▶ [Work required]
Beginning with the line that holds "const auto N" in the data below, give again every line through the one that holds "std::vector<PetscInt> ofill(species *", exactly as written.

----

PtcLinearSolver::PtcLinearSolver(std::size_t cells, std::size_t species)
    : cells_(cells), species_(species) {
  if (cells == 0 || species == 0) {
    throw RunError(ExitCode::kInternal, "PtcLinearSolver: empty column");
  }
  const auto N = static_cast<PetscInt>(cells);
  const auto S = static_cast<PetscInt>(species);
  check(DMDACreate1d(PETSC_COMM_SELF, DM_BOUNDARY_NONE, N, S, cells > 1 ? 1 : 0, nullptr, &da_),
        "DMDACreate1d");
  check(DMSetUp(da_), "DMSetUp");
  // Block fills: dense within a cell, species s to species s only between cells.
  std::vector<PetscInt> dfill(species * species, 1);
  std::vector<PetscInt> ofill(species * species, 0);
  for (std::size_t s = 0; s < species; ++s) ofill[s * species + s] = 1;
  check(DMDASetBlockFills(da_, dfill.data(), ofill.data()), "DMDASetBlockFills");
  check(DMCreateMatrix(da_, &mat_), "DMCreateMatrix");
  check(MatSetOption(mat_, MAT_NEW_NONZERO_ALLOCATION_ERR, PETSC_TRUE), "MatSetOption");
  check(DMCreateGlobalVector(da_, &b_), "DMCreateGlobalVector");
  check(VecDuplicate(b_, &x_), "VecDuplicate");

  check(KSPCreate(PETSC_COMM_SELF, &ksp_), "KSPCreate");
  check(KSPSetOptionsPrefix(ksp_, "colchem_"), "KSPSetOptionsPrefix");
  check(KSPSetType(ksp_, KSPPREONLY), "KSPSetType");
  PC pc = nullptr;
  check(KSPGetPC(ksp_, &pc), "KSPGetPC");
  check(PCSetType(pc, PCLU), "PCSetType");
  check(PCFactorSetMatOrderingType(pc, MATORDERINGNATURAL), "PCFactorSetMatOrderingType");
  check(KSPSetFromOptions(ksp_), "KSPSetFromOptions");
  cols_.resize(species + 2);
  vals_.resize(species + 2);
}
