TEST_CASE("keys of earlier schemas are refused with their replacement", "[chem][checks]") {
  const auto dup =
      load(with_reaction("      - id: o3_o\n        equation: O3 + O -> O2 + O2\n"
                         "        rate: {arrhenius: {A: 1e-12}}\n"
                         "        duplicate: true\n"));
  CHECK(dup.code == ExitCode::kInputData);
  CHECK_THAT(dup.message, Contains("bad.yaml:20:20: 'modules.0.reactions.1.duplicate': expected no "
                                   "`duplicate` key: reactions with one equation are told apart by "
                                   "their `id`s"));
  const auto eff =
      load(with_reaction("      - id: o_o2_m\n        equation: O + O2 + M -> O3 + M\n"
                         "        rate: {arrhenius: {A: 6e-34}}\n"
                         "        efficiencies: {N2: 1.2}\n"));
  CHECK_THAT(eff.message, Contains("bad.yaml:20:23: 'modules.0.reactions.1.efficiencies': expected "
                                   "`third_body_weights` (`efficiencies` was renamed "
                                   "`third_body_weights`)"));
  const UnitSystem units;
  const auto m = load_mechanism_text(
      with_reaction("      - id: o_o2_m\n        equation: O + O2 + M -> O3 + M\n"
                    "        rate: {arrhenius: {A: 6e-34}}\n"
                    "        third_body_weights: {N2: 1.2}\n"),
      "ok.yaml", units);
  REQUIRE(m->reactions[1].efficiencies.size() == 1);
  CHECK(m->reactions[1].efficiencies[0].eps == 1.2);
  CHECK(m->reactions[1].id == "o_o2_m");
}
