"""The topology record, the shape builders and the connectivity check.

Rules the rest of swarmrig relies on:

* A :class:`Topology` always holds a :class:`networkx.DiGraph` on the agents ``0..n-1``
  whose edges are the directed links ``j -> i`` (agent ``i`` hears from agent ``j``).
  An undirected shape carries both directions of every edge; ``directed`` is True only
  when the source really has one-way links.
* Every random choice comes from the ``seed`` argument, turned into a generator by one
  helper (:func:`_generator`), so a seed always gives the same graph and positions.
* Builders and loaders return connected graphs only (strongly connected if directed);
  anything else is a :class:`~topologies.TopologyError` naming the agents cut off.
"""

from __future__ import annotations

import contextlib
import math
import numbers
from collections.abc import Callable, Iterable, Mapping
from dataclasses import dataclass, field
from typing import Any

import networkx as nx
import numpy as np

from topologies._errors import TopologyError

__all__ = ["SHAPES", "Topology", "build", "from_graph", "require_connected"]

#: Shapes :func:`build` knows. Graph files go through :func:`topologies.load`.
SHAPES: tuple[str, ...] = (
    "ring",
    "path",
    "grid",
    "star",
    "complete",
    "random-geometric",
    "erdos-renyi",
    "small-world",
)

# Arbitrary tag for the spawn key: keeps graph draws apart from the per-agent streams,
# whose spawn keys have two entries (agent, purpose).
_TOPOLOGY_STREAM = 0x746F706F

# At most this many agent ids are spelled out in one error message.
_LISTED = 20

----

▶ [Exercise solution]
  const auto N = static_cast<PetscInt>(cells);
  const auto S = static_cast<PetscInt>(species);
  check(DMDACreate1d(PETSC_COMM_SELF, DM_BOUNDARY_NONE, N, S, cells > 1 ? 1 : 0, nullptr, &da_),
        "DMDACreate1d");
  check(DMSetUp(da_), "DMSetUp");
  // Block fills: dense within a cell, species s to species s only between cells.
  std::vector<PetscInt> dfill(species * species, 1);
  std::vector<PetscInt> ofill(species * species, 0);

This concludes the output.